_EXERCISE DATA_.
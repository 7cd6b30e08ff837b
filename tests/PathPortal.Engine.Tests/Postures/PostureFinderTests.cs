using PathPortal.Engine.Arms;
using PathPortal.Engine.Geometry;
using PathPortal.Engine.Paths;
using PathPortal.Engine.Postures;

namespace PathPortal.Engine.Tests.Postures;

public sealed class PostureFinderTests
{
    // m and rad; the finder promises 1e-9, comparing two forward kinematics adds rounding only.
    private const double PoseTolerance = 1.1e-9;

    private static readonly RigidTransform BentTool = new(RotationMatrix.AboutY(Angle.FromDegrees(35)), new(0.03, 0, 0.12));

    [Fact]
    public void All_RegularPoseOfSphericalWristArm_GivesEightBranches()
    {
        // Two shoulders, two elbows, two wrists (Pieper 1968); limits of ±180° leave one turn of each.
        var arm = TestArms.SixJoints(TestArms.Limits(-Math.PI, Math.PI));
        double[] joints = [0.3, 1.0, 0.3, 0.4, -1.1, 0.5];
        var goal = ArmPose.Compute(arm, joints).Tool(BentTool);

        var finder = new PostureFinder(arm, BentTool);
        var found = finder.All(goal);

        Assert.True(finder.ClosedForm);
        Assert.Equal(8, found.Inside.Length);
        Assert.Equal(8, found.Inside.Select(p => p.Description).Distinct().Count());
        Assert.All(found.Inside, p => AssertPose(arm, BentTool, p.Joints.AsSpan(), goal));
        Assert.Contains(found.Inside, p => p.Joints.Zip(joints).All(z => Math.Abs(z.First - z.Second) < 1e-8));
    }

    private static void AssertPose(ArmModel arm, RigidTransform tool, ReadOnlySpan<double> joints, RigidTransform goal)
    {
        var reached = ArmPose.Compute(arm, joints).Tool(tool);
        Assert.InRange((reached.Translation - goal.Translation).Norm, 0, PoseTolerance);
        Assert.InRange(RotationVector.Of(reached.Rotation.Transposed() * goal.Rotation).Norm, 0, PoseTolerance);
    }
}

_WHAT TO PRODUCE_. Beginning with the first line of the listing above, print each line exactly until you have printed the line that contains "private const double".

_RESPONSE TO THIS EXERCISE_.
repository 7cd6b30e08ff837b
filename tests/PathPortal.Engine.Tests/Postures/PostureFinderTests.cs
using PathPortal.Engine.Arms;
using PathPortal.Engine.Geometry;
using PathPortal.Engine.Paths;
using PathPortal.Engine.Postures;

namespace PathPortal.Engine.Tests.Postures;

public sealed class PostureFinderTests
{
    // m and rad; the finder promises 1e-9, comparing two forward kinematics adds rounding only.
    private const double PoseTolerance = 1.1e-9;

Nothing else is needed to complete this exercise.